Как у американцев слияние фирм типа Локхид-Мартин-Боинг-... и прицепят еще двоих.Раньше посмотришь самолет-ласточка  и глазу приятно.Слова Туполева-красиво сделано,красиво и летает.Сейчас на штатовские самолеты глянеш-каракатица-топором вырублена все от наших РЛС скрытся хотят.Сушки красивы- плохого сказать нельзя но и Мигари имели классную форму.Жаль если школа Микояна канет.Сталин в тяжелейших условиях разделял КБ создавая своего рода конкуренцию среди конструкторов хотя ТТТ сверху спускались примерно одинаковые.В серию и на вооружение отбирались лучшие машины.При обьеденении пять лет кошмара и берите ВВС другого нет.Как в том мультфильме про кота-"У вас чего средствов не хватает? Средства то есть-Ума бы поболе...

----------


## Pilot

Да, Погосян принимает дела :( Хотя он уже заговорил о легком систребителе 5 поколения, к чему бы это ;)

----------


## Mad_cat

ИМХО Решение о назначении нового руководства в РСК МИГ полностью оправданно. Там уже больше года ситуация напоминает AirUnion образца 2007, совсем не похоже на коммерческую компанию, целью которой является получение прибыли для инвесторов. :Frown:

----------


## Pilot

Да, Белову денег не дают, а Погосян приходит с деньгами

----------


## Андрей

Погосян, что свои личные сбережения понесет в РСК, что-ли. Нашелся благотворитель. Неужели непонятно, что это будут те же средства, выбитые сладкими песнями и откровенным враньем АХК Сухой, которые будут направленны, отнюдь не на спасение,и так придушенного РСК, а на его извращенное поглощение. Мое личное мнение, что причина одна: ПАК ФА постепенно сдувается, а денег потраченно уйма, подходят сроки и надо будет что-то предьявить "высокому" жюри  и АХК совершив очередной кульбит, опять "блеснет" черезвычайной плодовитостью, представив "фантастический прорыв" и смену направления вектора конструкторской мысли, показав проект легкого истребителя 5-ого поколения, над которым все последнее время, так упорно корячилось РСК МиГ, надеясь на чудо в головах наших чиновников. Погосян снова попросит денег в бюджете, на очередной чудо проект, над которым АХК Сухой начнет "самоотверженно" работать, и все свои торможения будет обьснять большой загруженностью "перспективными и не очень" работами, как это было к сожалению все последнее время. Есть очень хорошая поговорка- "Не можеш быть, умей прослыть", которая, как нельзя лучше харектиризует современное руководство АХК Сухой, которое очень хорошо почувствовало, как надо "работать " в современных условиях.

----------


## Pilot

Да, я и сам не понимаю зачем Погосян МиГу, но если не он, тогда просто банкротство :( Старые долги не отпускают, хотя сейчас МиГ должен получить первые деньги за алжирские машины от ВВС, потом от Индии за первые серийные машины, мож все и наладится, но это в перспективе, а сейчас висит домоклов меч платежей по кредитам, которые надо отдавать уже сейчас :(

----------


## Pilot

> Не подскажите, чем внешне М от М2 отличается?
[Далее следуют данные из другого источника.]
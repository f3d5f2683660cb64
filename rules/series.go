package rules

import "dextral/core/kinematics"

// Series is what one pass over a log found out about one orientation channel.
//
// Value describes the channel as it would a single value: form, claims, the
// place of its header; its Numbers are those of the first row. The summaries
// are folds of all rows.
type Series struct {
	Value      Value
	Columns    []string // names of the columns in the order of Value.Numbers
	Rows       int64    // data rows read
	Unit       string   // unit of time stamps as far as it is known: s, ms, us, ns; "" if none
	Half       float64  // half a unit of the coarsest last digit seen in the channel's numbers
	Float32    bool     // the digits show single precision
	Continuity kinematics.Continuity

	// RowPlace gives the place of a data row: rows of text files are lines.
	RowPlace func(row int64) Place
}
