package rules

import (
	"math"
)

func isFinite(x float64) bool { return !math.IsNaN(x) && !math.IsInf(x, 0) }

func finite(v *Value) bool {
	for _, n := range v.Numbers {
		if !isFinite(n.Value) {
			return false
		}
	}
	return true
}

// notFinite reports an orientation that contains NaN or an infinity. All-NaN is
// a customary way to write "unset" and is left alone.
func notFinite(v *Value) *Finding {
	nans := 0
	for _, n := range v.Numbers {
		if math.IsNaN(n.Value) {
			nans++
		}
	}
	if nans == len(v.Numbers) {
		return nil
	}
	claim, _ := v.FormClaim()
	f := finding(NotFinite, v, claim, "%s claims to be a %s, but contains a number that is not finite: no orientation can be computed from it", v.name(), v.Form)
	for i, n := range v.Numbers {
		if !isFinite(n.Value) {
			f.Evidence = append(f.Evidence, Evidence{What: ordinal(i) + " number", Stated: Words("finite"), Computed: Words(n.Text)})
		}
	}
	f.Remedy = "write the number, or leave the whole value out where the orientation is unknown"
	return f
}

func ordinal(i int) string {
	names := [...]string{"first", "second", "third", "fourth", "fifth", "sixth", "seventh", "eighth", "ninth",
		"tenth", "eleventh", "twelfth", "thirteenth", "fourteenth", "fifteenth", "sixteenth"}
	return names[min(i, len(names)-1)]
}
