package series

import (
	"fmt"
	"math"
	"slices"

	"dextral/analyzers/series/columns"
	"dextral/analyzers/series/fold"
	"dextral/core/convention"
	"dextral/core/matrix"
	"dextral/rules"
)

// shapes are the tables without header that custom knows, by their width: a time
// or a frame number, a position and a quaternion with the scalar last (the
// trajectory format of the TUM RGB-D benchmark); the first three rows of a
// homogeneous matrix (the pose format of the KITTI odometry benchmark). Both
// are claims by shape: nothing in such a file says so.
var shapes = []struct {
	width  int
	form   convention.Form
	first  int // column of the first number
	rows   int
	stamps bool
}{
	{8, convention.Quaternion, 4, 0, true},  // t x y z, qx qy qz qw
	{7, convention.Quaternion, 3, 0, false}, // x y z, qx qy qz qw
	{12, convention.Transform, 0, 3, false},
	{13, convention.Transform, 1, 3, true},
	{16, convention.Transform, 0, 4, false},
	{17, convention.Transform, 1, 4, true},
}

// byNumbers finds channels in a log without header. Columns that have unit norm,
// or make a rotation matrix, in the rows at its start are what a shape says if
// they stand where it has them. Four other columns of unit norm are
// undecided: they may be a quaternion either way round, or not be one. Rows with
// words among the numbers are no log without header, but something with keys.
func byNumbers(h *head) columns.Found {
	var f columns.Found
	words := 0
	for _, row := range h.rows {
		if slices.ContainsFunc(row, func(c fold.Cell) bool { return c.State == fold.Gap }) {
			words++
		}
	}
	if 10*words > len(h.rows) {
		return f
	}
	for _, s := range shapes {
		if s.width != h.width {
			continue
		}
		c := h.shaped(s.form, s.first, s.rows)
		if h.looksRight(&c) {
			if s.form == convention.Quaternion {
				c.Value.Claims = append(c.Value.Claims, rules.Claim{Says: convention.ScalarLast, Source: rules.Shape, Place: c.Value.Place})
			}
			if s.stamps {
				f.Time = &columns.Time{Column: 0, Fine: -1}
			}
			f.Channels = append(f.Channels, c)
			return f
		}
	}
	if len(h.rows) < fewest {
		return f
	}
	for first := 0; first+4 <= h.width; first++ {
		c := h.shaped(convention.Quaternion, first, 0)
		if h.looksRight(&c) {
			c.Value.Why = "four columns of unit norm without a header: nothing says that they are a quaternion, nor where its scalar is"
			f.Undecided = append(f.Undecided, c)
			first += 3
		}
	}
	return f
}

// fewest is the number of rows in which four columns must have unit norm: numbers
// of size one do so within a hundredth once in a few hundred times by chance.
const fewest = 5

// shaped is the channel of the columns from first on.
func (h *head) shaped(form convention.Form, first, rows int) columns.Channel {
	n := 4
	c := columns.Channel{}
	if form == convention.Transform {
		n = 4 * rows
		c.Value.Rows, c.Value.Cols = rows, 4
	}
	for i := range n {
		c.Columns = append(c.Columns, first+i)
	}
	at := 0
	for at < len(h.rows)-1 && h.rows[at] == nil {
		at++
	}
	c.Value.Form = form
	c.Value.Key = fmt.Sprintf("columns %d-%d", first+1, first+n)
	c.Value.Place = h.number(at, first).Place.To(h.number(at, first+n-1).Place)
	c.Value.Claims = rules.Claims{{Says: form, Source: rules.Shape, Place: c.Value.Place}}
	return c
}

// looksRight reports whether the numbers of the first rows are what the channel
// says, and are not all whole: rows of zeros with a single one are labels.
func (h *head) looksRight(c *columns.Channel) bool {
	const near = 0.01
	good, all, whole := 0, 0, true
	for _, row := range h.rows {
		if row == nil {
			continue
		}
		all++
		if c.Value.Form == convention.Quaternion {
			n := 0.0
			for _, i := range c.Columns {
				n = math.Hypot(n, row[i].Value())
			}
			if math.Abs(n-1) < near {
				good++
			}
		} else if m := rotationOf(&c.Value, c.Columns, row); matrix.Defect(m) < near && lastRow(c, row) {
			good++
		}
		whole = whole && !slices.ContainsFunc(c.Columns, func(i int) bool {
			v := row[i].Value()
			return v != math.Trunc(v)
		})
	}
	return all > 0 && !whole && 10*good >= 9*all
}

// lastRow reports whether the fourth row of a 4x4, if there is one, is 0 0 0 1.
func lastRow(c *columns.Channel, row []fold.Cell) bool {
	for i, want := range []float64{0, 0, 0, 1} {
		if at := 12 + i; at < len(c.Columns) && row[c.Columns[at]].Value() != want {
			return false
		}
	}
	return true
}
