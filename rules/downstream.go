package rules

import (
	"math"
	"slices"
	"strings"

	"dextral/core/frame"
	"dextral/core/identify"
	"dextral/core/rotor"
)

// Move is a frame whose orientation in another one, the root of its part of the
// graph, is not what it was, since an edge between the two changed.
type Move struct {
	Root, Frame string
	Angle       float64  // rad
	UpTo        bool     // depending on how angles with a bare label are read
	Through     []*Value // the edges on the way that turned
}

// Lever is how far a point at a distance from the frame's origin moves, seen
// from the root, by the turn alone; in the unit of the distance.
func (m Move) Lever(distance float64) float64 { return 2 * distance * math.Sin(m.Angle/2) }

// LoopChange is a loop through a changed edge that closed and does not, or the
// other way round.
type LoopChange struct {
	Frames []string
	Was    float64 // rad: what it left open
	Is     float64
	Closes bool // now
}

// Downstream says which frames and loops of a graph moved between two versions of
// it. Frames are seen from the one frame of their part that is the source of no
// edge, or else from the first. Edges whose reading nobody states tell nothing.
func Downstream(before, after *Chain) (moves []Move, loops []LoopChange) {
	if before == nil || after == nil {
		return nil, nil
	}
	for _, part := range after.Graph.Parts() {
		root := after.root(part)
		for _, f := range part {
			if f == root {
				continue
			}
			if m, ok := move(before, after, root, f); ok {
				moves = append(moves, m)
			}
		}
	}
	return moves, loopChanges(before, after)
}

func (c *Chain) root(part []string) string {
	sources := map[string]bool{}
	for _, e := range c.Graph.Edges() {
		sources[e.From] = true
	}
	for _, f := range part {
		if !sources[f] {
			return f
		}
	}
	return part[0]
}

func move(before, after *Chain, root, f string) (Move, bool) {
	m := Move{Root: root, Frame: f}
	least := math.Inf(1)
	for k := range max(before.readings(), after.readings()) {
		was, slackWas, old, okWas := before.along(root, f, k)
		is, slackIs, now, okIs := after.along(root, f, k)
		angle := rotor.Angle(was, is)
		if !okWas || !okIs || angle <= slackWas+slackIs {
			return m, false // or not in every reading, which is no certain move
		}
		m.Angle, least = max(m.Angle, angle), min(least, angle)
		m.UpTo = m.Angle-least > slackWas+slackIs
		m.Through = changed(old, now)
	}
	return m, m.Angle > 0
}

// changed are the values of now that were not the same before.
func changed(old, now []*Value) []*Value {
	return slices.DeleteFunc(now, func(v *Value) bool {
		return slices.ContainsFunc(old, func(w *Value) bool { return w.Key == v.Key && sameText(w, v) })
	})
}

// readings is how many ways the most ambiguous edge can be read.
func (c *Chain) readings() int {
	n := 0
	for _, l := range c.Links {
		n = max(n, len(l.Value.stances()))
	}
	return n
}

// along is the rotation with v_to = R v_from in the k-th reading of every edge,
// how far the digits leave it open, and the values that it is made of. Edges with
// fewer readings keep their last one: teams read all their angles one way.
func (c *Chain) along(to, from string, k int) (r rotor.Rotor, slack float64, values []*Value, ok bool) {
	_, steps, ok := c.Graph.Path(to, from)
	r = rotor.One
	for _, s := range steps {
		v := c.Links[s.Edge.ID].Value
		readings := v.stances()
		if len(readings) == 0 {
			return r, 0, nil, false
		}
		q := readings[min(k, len(readings)-1)].Rotor
		if s.Reversed {
			q = q.Reverse()
		}
		r = q.Mul(r)
		slack += v.tolerance()
		values = append(values, v)
	}
	return r, slack, values, ok
}

func loopChanges(before, after *Chain) []LoopChange {
	was := map[string]Loop{}
	for _, l := range before.Loops() {
		was[loopName(l.Loop)] = l
	}
	var list []LoopChange
	for _, l := range after.Loops() {
		old, known := was[loopName(l.Loop)]
		if !known || !l.Decidable || !old.Decidable {
			continue
		}
		closes, closed := l.Result.Verdict == identify.Agree, old.Result.Verdict == identify.Agree
		if closes != closed {
			list = append(list, LoopChange{Frames: l.Frames, Was: old.Result.Angle, Is: l.Result.Angle, Closes: closes})
		}
	}
	return list
}

// loopName names a loop by its frames, whatever the first one.
func loopName(l frame.Loop) string {
	return strings.Join(slices.Sorted(slices.Values(l.Frames)), "\x00")
}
Ох уж эти названия наших самолетов  :Rolleyes: 
когда-то был МиГ-29М изделие 9-15, но он благополучно умер, оставив после себя 6 летающих машин 151-156. Сейчас в новом облике появились МиГ-29М и М2 - это почти МиГ-35. М- одноместная, М2 - двух. внешне почти не отличаются,  отличия как МиГ-29К от КУБ

----------


## Pilot

Кстати, хочу поздравить всех МиГолюбителей, особенно Антоху ;) МиГ-29СМТ получил ПЗ ;)

----------


## [RUS] MK

> Ох уж эти названия наших самолетов 
> когда-то был МиГ-29М изделие 9-15, но он благополучно умер, оставив после себя 6 летающих машин 151-156. Сейчас в новом облике появились МиГ-29М и М2 - это почти МиГ-35. М- одноместная, М2 - двух. внешне почти не отличаются,  отличия как МиГ-29К от КУБ


А я думал, что речь о Су-24М/М2...  :Redface:  Не подскажете, где у них отличия искать?

----------


## AC

> Кстати, хочу поздравить всех МиГолюбителей, особенно Антоху ;) МиГ-29СМТ получил ПЗ ;)


Вот из "ПЗ"?...  :Smile:

----------


## Pilot

Предварительное Заключение - один из этапов испытаний, после получения ПЗ можно закладывать серию ;) В нашем случае передавать  самолеты ;)

----------


## FLOGGER

По-моему, все эти "ПЗ" такая же, ни к чему не обязывающая херня, как и любая другая болтовня наших чиновников на темы выпуска *новой* военной техники: будь то самолет, пароход или танк. В истории нашей авиации было много случаев, когда самолет *рекомендовали в серию*, но тем не менее, он не строился в серии. Так что поздравляться еще очень рано. (Я надеюсь, что коллеги хорошо помнят, с какой помпой выкатили *2 (ДВА)* года тому назад две 34-ки под крики, что вот, уже в войска пошли). Очень хочется дождаться такого момента, когда спокойно, без рекламной истерики, вдруг пройдет по телеку репортаж из полка, вооруженного, к примеру, СУ-34-ми, или теми же МИГами-29СМТ, или из училища, где курсанты вовсю летают на ЯКах-130 и т.д. И хочется, чтобы это было не через 10-15 лет, а пораньше.
Кстати, в крайнем "Взлете" в статье по СУ-35 приведена интересная, на мой взгляд, фраза Зелина, что "ВВС с удовольствием закупили *бы*...СУ-35". Тут все дело в этом "*бы*". Это значит, что пока 35-е  еще не определены для своих ВВС. Об этом Зелин только мечтает. Вот так. А вы про какое-то ПЗ...

----------


## AC

> Предварительное Заключение - один из этапов испытаний, после получения ПЗ можно закладывать серию ;) В нашем случае передавать  самолеты ;)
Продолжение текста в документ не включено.